What you need to do
Lines holding the word "number" must be located in the listing below and copied.

━━━━

import { z } from 'zod';

/** Which test flags a saw: the modified z-score, Tukey's fences, either of them, or both together. */
export const OUTLIER_RULES = ['modified_z', 'fences', 'either', 'both'] as const;
export type OutlierRule = (typeof OUTLIER_RULES)[number];

/** What to do when the median absolute deviation is 0 (more than half the group shares one value). */
export const MAD_ZERO_POLICIES = ['mean_absolute_deviation', 'no_flags'] as const;
export type MadZeroPolicy = (typeof MAD_ZERO_POLICIES)[number];

export const OUTLIER_DEFAULTS = {
  /** Iglewicz & Hoaglin (1993): flag |M| > 3.5 (NIST/SEMATECH e-Handbook §1.3.5.17). */
  threshold: 3.5,
  /** Tukey's inner fences at 1.5 × IQR beyond the quartiles. */
  fenceMultiplier: 1.5,
  /** Our choice: fewer than 5 comparable saws are too few to call one of them unusual. */
  minGroupSize: 5,
  rule: 'modified_z' as OutlierRule,
  madZero: 'mean_absolute_deviation' as MadZeroPolicy,
} as const;

export const outlierInputSchema = z
  .object({
    /** One value per saw, e.g. blades used per 1 000 operating hours; the group must be comparable saws. */
    items: z.array(
      z.object({
        id: z.string().min(1, { message: 'Each item needs an id' }),
        value: z.number({ message: 'Each value must be a finite number' }),
      }),
      { message: 'Items must be a list of { id, value }' },
    ),
    minGroupSize: z
      .number()
      .int()
      .min(3, { message: 'Minimum group size must be at least 3' })
      .max(1000)
      .default(OUTLIER_DEFAULTS.minGroupSize),
    threshold: z.number().positive({ message: 'Threshold must be greater than 0' }).default(OUTLIER_DEFAULTS.threshold),
    fenceMultiplier: z
      .number()
      .positive({ message: 'Fence multiplier must be greater than 0' })
      .default(OUTLIER_DEFAULTS.fenceMultiplier),
    rule: z
      .enum(OUTLIER_RULES, { message: `Rule must be one of ${OUTLIER_RULES.join(', ')}` })
      .default(OUTLIER_DEFAULTS.rule),
    madZero: z
      .enum(MAD_ZERO_POLICIES, { message: `MAD-zero policy must be one of ${MAD_ZERO_POLICIES.join(', ')}` })
      .default(OUTLIER_DEFAULTS.madZero),
  })
  .refine((v) => new Set(v.items.map((i) => i.id)).size === v.items.length, {
    path: ['items'],
    message: 'Each item id must appear once',
  });
export type OutlierInput = z.input<typeof outlierInputSchema>;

━━━━

Expected output
export type OutlierRule = (typeof OUTLIER_RULES)[number];
export type MadZeroPolicy = (typeof MAD_ZERO_POLICIES)[number];
        value: z.number({ message: 'Each value must be a finite number' }),
      .number()
    threshold: z.number().positive({ message: 'Threshold must be greater than 0' }).default(OUTLIER_DEFAULTS.threshold),
      .number()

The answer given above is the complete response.